I was flushing out the black tanks with the Tornado while breaking camp yesterday and of course doing other things. Usually I have a good sense of timing and know when I need to pull the levers. This time I had a guy from another site talking to me and totally disrupted my routine. I jumped up in there with my trusty surefire light to look down the blackhole and BOOM got hit square in the face and chest with a burst from the black tanks. I was totally soaked. All over the cabinets, floors, and runnin out the door. Luckilly it was clear water because I had already flushed it several times but as we all know that don't make it any better because....well.....it's still the black tank. Hope this brightens your day







---Mike


----------



## Oregon_Camper (Sep 13, 2004)

Yuck!!!


----------



## Justman (Jul 22, 2006)

Does that constitute a volcano or a geyser?

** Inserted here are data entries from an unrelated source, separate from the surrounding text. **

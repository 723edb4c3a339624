package did

import (
	"context"
	"encoding/json"
	"fmt"
	"math"
	"math/rand/v2"
	"slices"
	"strings"
	"testing"
	"time"

	"github.com/loadwake/loadwake/audit/panel"
	"github.com/loadwake/loadwake/audit/panel/paneltest"
	"gonum.org/v1/gonum/stat/distuv"
)

func effectOf(tb testing.TB, es *Estimates, layer, est string) Effect {
	tb.Helper()
	for _, e := range es.Effects {
		if e.Layer == layer && e.Estimator == est {
			return e
		}
	}
	tb.Fatalf("no %s row for %s; warnings: %v", est, layer, es.Warnings)
	return Effect{}
}

// TestEstimateRecoversPlantedEffect: a +25% effect planted in an invented
// world is recovered within 0.05 by cs-att and ppml-twfe, inside their 95%
// intervals; the null world shows no effect.
func TestEstimateRecoversPlantedEffect(t *testing.T) {
	for _, c := range []struct {
		name  string
		delta float64
	}{{"planted +25%", 0.25}, {"null", 0}} {
		t.Run(c.name, func(t *testing.T) {
			w := paneltest.World{PerCohort: 100, Cohorts: []int{12, 18, 24}, Controls: 300, Months: 40, Delta: c.delta}
			es, err := Estimate(context.Background(), w.Panel(1), DefaultOptions())
			if err != nil {
				t.Fatal(err)
			}
			for _, est := range []string{EstimatorCS, EstimatorPPML, EstimatorTWFELinear, EstimatorDiD2x2} {
				e := effectOf(t, es, "layer0", est)
				if e.RelativeEffect == nil {
					t.Fatalf("%s: no relative effect: %s", est, e.Note)
				}
				rel := *e.RelativeEffect
				if math.Abs(rel-c.delta) > 0.05 {
					t.Errorf("%s: relative effect %.4f, planted %.2f", est, rel, c.delta)
				}
				if c.delta > 0 && (est == EstimatorCS || est == EstimatorPPML) && (e.CI95[0] > c.delta || e.CI95[1] < c.delta) {
					t.Errorf("%s: 95%% interval %v misses planted %.2f", est, e.CI95, c.delta)
				}
				if e.TreatedUnits != 300 || e.ControlUnits != 300 {
					t.Errorf("%s: %d treated, %d controls; want 300 and 300", est, e.TreatedUnits, e.ControlUnits)
				}
			}
			if _, err := json.Marshal(es); err != nil {
				t.Fatal(err)
			}
		})
	}
}

// TestEstimateFlagsPreTrends: treated areas drifting upward before treatment
// must fail the pre-trend tests and raise a warning.
func TestEstimateFlagsPreTrends(t *testing.T) {
	w := paneltest.World{PerCohort: 100, Cohorts: []int{14, 20}, Controls: 200, Months: 36, Delta: 0, Trend: 0.06}
	es, err := Estimate(context.Background(), w.Panel(2), DefaultOptions())
	if err != nil {
		t.Fatal(err)
	}
	for _, est := range []string{EstimatorCS, EstimatorTWFELinear, EstimatorPPML} {
		e := effectOf(t, es, "layer0", est)
		if e.PreTrendP == nil || *e.PreTrendP >= 0.05 {
			t.Errorf("%s: pre-trend p %v, want < 0.05", est, e.PreTrendP)
		}
	}
	if !strings.Contains(strings.Join(es.Warnings, "\n"), "layer0: before the import, import areas and comparison areas moved apart") {
		t.Errorf("no pre-trend warning in %v", es.Warnings)
	}
	if len(es.Placebo) != 1 || es.Placebo[0].PValue >= 0.05 {
		t.Errorf("placebo %+v should show the drift", es.Placebo)
	}
}

// TestEstimateWarningFamily: with Options.Family, only the family's
// outcomes raise warnings; the same drift in an outcome outside it is a note.
func TestEstimateWarningFamily(t *testing.T) {
	w := paneltest.World{PerCohort: 100, Cohorts: []int{14, 20}, Controls: 200, Months: 36, Trend: 0.06, Outcomes: 2}
	p := w.Panel(2)
	for _, tc := range []struct {
		name       string
		family     []string
		warn, note []string
	}{
		{name: "every outcome", warn: []string{"layer0", "layer1"}},
		{name: "layer1 only", family: []string{"layer1"}, warn: []string{"layer1"}, note: []string{"layer0"}},
	} {
		t.Run(tc.name, func(t *testing.T) {
			opts := DefaultOptions()
			opts.Draws = 99
			opts.Family = tc.family
			es, err := Estimate(context.Background(), p, opts)
			if err != nil {
				t.Fatal(err)
			}
			count := func(list []string, outcome string) int {
				n := 0
				for _, m := range list {
					if strings.HasPrefix(m, outcome+": before the import, import areas and comparison areas moved apart") {
						n++
					}
				}
				return n
			}
			for _, o := range []string{"layer0", "layer1"} {
				wantW, wantN := slices.Contains(tc.warn, o), slices.Contains(tc.note, o)
				if got := count(es.Warnings, o) == 1; got != wantW {
					t.Errorf("%s: pre-trend warning %v, want %v: %q", o, got, wantW, es.Warnings)
				}
				if got := count(es.Notes, o) == 1; got != wantN {
					t.Errorf("%s: pre-trend note %v, want %v: %q", o, got, wantN, es.Notes)
				}
			}
		})
	}
}

// TestEstimateCoverage runs 200 seeded small worlds with a planted +20%
// effect; the 95% intervals of cs-att and ppml-twfe must cover the truth in
// 92% to 98% of them.
func TestEstimateCoverage(t *testing.T) {
	const worlds = 200
	w := paneltest.World{PerCohort: 25, Cohorts: []int{6, 9}, Controls: 60, Months: 16, Delta: 0.2}
	opts := DefaultOptions()
	opts.Window = Window{Pre: 4, Post: 6}
	opts.Inference = InferenceAnalytic
	opts.Workers = 1
	cover := map[string]int{}
	for s := range worlds {
		es, err := Estimate(context.Background(), w.Panel(uint64(1000+s)), opts)
		if err != nil {
			t.Fatal(err)
		}
		for _, est := range []string{EstimatorCS, EstimatorPPML} {
			e := effectOf(t, es, "layer0", est)
			if e.CI95[0] <= w.Delta && w.Delta <= e.CI95[1] {
				cover[est]++
			}
		}
	}
	for _, est := range []string{EstimatorCS, EstimatorPPML} {
		rate := float64(cover[est]) / worlds
		t.Logf("%s: coverage %.3f over %d worlds", est, rate, worlds)
		if rate < 0.92 || rate > 0.98 {
			t.Errorf("%s: 95%% intervals cover the planted effect in %.1f%% of %d worlds", est, 100*rate, worlds)
		}
	}
}

// TestEstimateBadInput: per-layer problems become warnings, other layers are
// still estimated, and the output marshals.
func TestEstimateBadInput(t *testing.T) {
	w := paneltest.World{PerCohort: 20, Cohorts: []int{8}, Controls: 20, Months: 16, Delta: 0.1, Outcomes: 2}
	p := w.Panel(5)
	clear(p.Y[1]) // layer1 all zero
	es, err := Estimate(context.Background(), p, DefaultOptions())
	if err != nil {
		t.Fatal(err)
	}
	joined := strings.Join(es.Warnings, "\n")
	if !strings.Contains(joined, "layer1: all counts are zero") {
		t.Errorf("warnings %v", es.Warnings)
	}
	n := 0
	for _, e := range es.Effects {
		if e.Layer == "layer1" {
			t.Errorf("all-zero layer estimated: %+v", e)
		}
		if e.Layer == "layer0" {
			n++
			if want := "score-bootstrap-null-imposed-rademacher-999"; e.Estimator == EstimatorPPML && e.Method != want {
				t.Errorf("%s: method %q with 20 treated clusters, want %s", e.Estimator, e.Method, want)
			}
			if !strings.Contains(e.Method, "bootstrap") && e.Estimator == EstimatorDiD2x2 {
				t.Errorf("%s: method %q with 20 treated clusters, want a bootstrap", e.Estimator, e.Method)
			}
		}
	}
	if n != 4 {
		t.Errorf("%d effects for layer0, want 4", n)
	}
	if _, err := json.Marshal(es); err != nil {
		t.Fatal(err)
	}

	bad := []struct {
		name string
		mod  func(p *panel.Panel)
		want string
	}{
		{"no controls", func(p *panel.Panel) {
			for i := range p.Units {
				p.Units[i].FirstTreated = 3
			}
		}, "at least 2 of each"},
		{"no pre-period", func(p *panel.Panel) {
			for i := range p.Units {
				if p.Units[i].Treated() {
					p.Units[i].FirstTreated = 0
				}
			}
		}, "no pre-period"},
	}
	for _, c := range bad {
		t.Run(c.name, func(t *testing.T) {
			p := w.Panel(6)
			c.mod(p)
			es, err := Estimate(context.Background(), p, DefaultOptions())
			if err != nil {
				t.Fatal(err)
			}
			if len(es.Effects) != 0 || !strings.Contains(strings.Join(es.Warnings, "\n"), c.want) {
				t.Errorf("effects %d, warnings %v; want none and %q", len(es.Effects), es.Warnings, c.want)
			}
		})
	}
	invalid := w.Panel(7)
	invalid.Y[0][5] = math.NaN()
	if _, err := Estimate(context.Background(), invalid, DefaultOptions()); err == nil || !strings.Contains(err.Error(), "unit \"t0\", month 5") {
		t.Errorf("NaN count: err %v", err)
	}
}

// ExampleEstimate estimates a +25% effect planted in an invented world.
func ExampleEstimate() {
	w := paneltest.World{PerCohort: 100, Cohorts: []int{12, 18, 24}, Controls: 300, Months: 40, Delta: 0.25}
	es, err := Estimate(context.Background(), w.Panel(1), DefaultOptions())
	if err != nil {
		fmt.Println(err)
		return
	}
	for _, e := range es.Effects {
		fmt.Printf("%s %s: %+.0f%% [%+.0f%%, %+.0f%%] %s\n", e.Layer, e.Estimator, 100**e.RelativeEffect, 100*e.CI95[0], 100*e.CI95[1], e.Method)
	}
	// Output:
	// layer0 cs-att: +29% [+21%, +37%] influence-function-t(299)
	// layer0 ppml-twfe: +25% [+22%, +27%] score-bootstrap-null-imposed-rademacher-999
	// layer0 twfe-linear: +28% [+20%, +36%] analytic-cr1
	// layer0 did-2x2: +25% [+21%, +28%] analytic-cr1
}

// TestDoublyRobustRemovesCovariateTrend: treated units have higher values of
// a covariate that also drives a trend. The unconditional group-time ATT
// picks the trend up as an effect; the doubly robust one, conditioning on the
// covariate, recovers the planted +20% (Sant'Anna & Zhao 2020: consistent
// when either model is right; here the logistic propensity is, as the
// covariate is normal with equal variance in both groups).
func TestDoublyRobustRemovesCovariateTrend(t *testing.T) {
	rng := rand.New(rand.NewPCG(21, 21))
	gam := distuv.Gamma{Alpha: 2, Beta: 0.4, Src: rng}
	const months, delta = 30, 0.2
	p := &panel.Panel{Start: time.Date(2033, 1, 1, 0, 0, 0, 0, time.UTC), Months: months, Outcomes: []string{"attribute"}}
	var y []float64
	for u := range 1200 {
		g, x := -1, rng.NormFloat64()
		if u < 500 {
			g, x = 12+u%3*3, x+1
		}
		p.Units = append(p.Units, panel.Unit{ID: fmt.Sprintf("u%d", u), FirstTreated: g, Weight: 1, Covariates: []float64{x}})
		a := gam.Rand()
		for m := range months {
			lam := a * math.Exp(0.015*x*float64(m))
			if g >= 0 && m >= g {
				lam *= 1 + delta
			}
			y = append(y, distuv.Poisson{Lambda: lam, Src: rng}.Rand())
		}
	}
	p.Y = [][]float64{y}
	opts := DefaultOptions()
	opts.Inference = InferenceAnalytic
	cl, G := p.ClusterIndex()
	dr, err := callawaySantAnna(p, y, cl, G, opts, nil, true)
	if err != nil {
		t.Fatal(err)
	}
	un, err := callawaySantAnna(p, y, cl, G, opts, nil, false)
	if err != nil {
		t.Fatal(err)
	}
	if math.Abs(dr.overall.rel-delta) > 0.05 || dr.overall.relLo > delta || dr.overall.relHi < delta {
		t.Errorf("doubly robust relative effect %.3f [%.3f, %.3f], planted %.2f", dr.overall.rel, dr.overall.relLo, dr.overall.relHi, delta)
	}
	if un.overall.relLo <= delta {
		t.Errorf("unconditional relative effect %.3f [%.3f, %.3f] should be biased upward by the covariate trend", un.overall.rel, un.overall.relLo, un.overall.relHi)
	}
	if !strings.Contains(dr.overall.note, "doubly robust") {
		t.Errorf("note %q", dr.overall.note)
	}
}

// TestEstimateSingularCovariates: a covariate that is the same for every
// unit is collinear with the intercept; the doubly robust fit must fail with
// a warning and the unconditional estimator take over.
func TestEstimateSingularCovariates(t *testing.T) {
	w := paneltest.World{PerCohort: 40, Cohorts: []int{8}, Controls: 40, Months: 16, Delta: 0.1}
	p := w.Panel(9)
	for i := range p.Units {
		p.Units[i].Covariates = []float64{2}
	}
	es, err := Estimate(context.Background(), p, DefaultOptions())
	if err != nil {
		t.Fatal(err)
	}
	// A robustness check's problem is information (a note), not an alarm.
	if !strings.Contains(strings.Join(es.Notes, "\n"), "doubly robust estimator failed") {
		t.Errorf("notes %v", es.Notes)
	}
	if strings.Contains(strings.Join(es.Warnings, "\n"), "doubly robust") {
		t.Errorf("a robustness check's failure among the warnings: %v", es.Warnings)
	}
	if e := effectOf(t, es, "layer0", EstimatorCS); !strings.HasPrefix(e.Note, "unconditional") {
		t.Errorf("note %q", e.Note)
	}
}

// TestEstimateRandomPanelsNeverFail runs Estimate on small random panels
// (few units, sparse counts, treatment anywhere including the first and last
// month, zero weights, shared clusters, covariates) and checks that it never
// panics, never errors on a valid panel, and always marshals to JSON.
func TestEstimateRandomPanelsNeverFail(t *testing.T) {
	for seed := range uint64(300) {
		rng := rand.New(rand.NewPCG(seed, 5))
		months := 2 + rng.IntN(10)
		n := 2 + rng.IntN(12)
		p := &panel.Panel{Start: time.Date(2034, 1, 1, 0, 0, 0, 0, time.UTC), Months: months, Outcomes: []string{"a", "b"}}
		cov := rng.IntN(2) == 0
		for u := range n {
			un := panel.Unit{ID: fmt.Sprint(u), FirstTreated: rng.IntN(months+1) - 1, Weight: float64(rng.IntN(3)) / 2, Cluster: fmt.Sprint(rng.IntN(n))}
			if cov {
				un.Covariates = []float64{rng.NormFloat64(), float64(rng.IntN(2))}
			}
			p.Units = append(p.Units, un)
		}
		for range p.Outcomes {
			y := make([]float64, n*months)
			for i := range y {
				if rng.IntN(3) == 0 {
					y[i] = float64(rng.IntN(4))
				}
			}
			p.Y = append(p.Y, y)
		}
		opts := DefaultOptions()
		opts.Window = Window{Pre: 1 + rng.IntN(4), Post: 1 + rng.IntN(4)}
		opts.Draws = 99
		es, err := Estimate(context.Background(), p, opts)
		if err != nil {
			t.Fatalf("seed %d: %v", seed, err)
		}
		if _, err := json.Marshal(es); err != nil {
			t.Fatalf("seed %d: %v", seed, err)
		}
	}
}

Whichever, I bet that was just plain nasty. I would have gone straight to the bath house with a good bar of soap and washed---about three times!


----------



## Nathan (Jan 2, 2007)

Justman said:


> Does that constitute a volcano or a geyser?
> 
> 
> 
> ...


I'm at Yellowstone right now. I just checked with a Ranger and they said that geysers are caused by heated water that hits a restriction. So, did the water feel warm from the fermentation in the tank??? If so it might qualify....


----------



## CdnOutback (Apr 16, 2010)

Nathan said:


> Does that constitute a volcano or a geyser?
> 
> 
> 
> ...


I'm at Yellowstone right now. I just checked with a Ranger and they said that geysers are caused by heated water that hits a restriction. So, did the water feel warm from the fermentation in the tank??? If so it might qualify....








[/quote]

Now that makes it seem even more disgusting!


----------



## dirtengineer (Jun 6, 2010)

Good story... You are lucky you didn't rupture your black tank or blow a the seal on your toilet, sounds like you had some good pressure going.

Did it make it out the vent pipe?


----------



## Jewellfamily (Sep 25, 2010)

I bet you said "farfurgnugen!!!"


----------



## mommy2boyz (Feb 3, 2010)

I hope it was far from that awful scene in the movie 'RV.' My husband only happened to catch that part of the movie and just cringed....


----------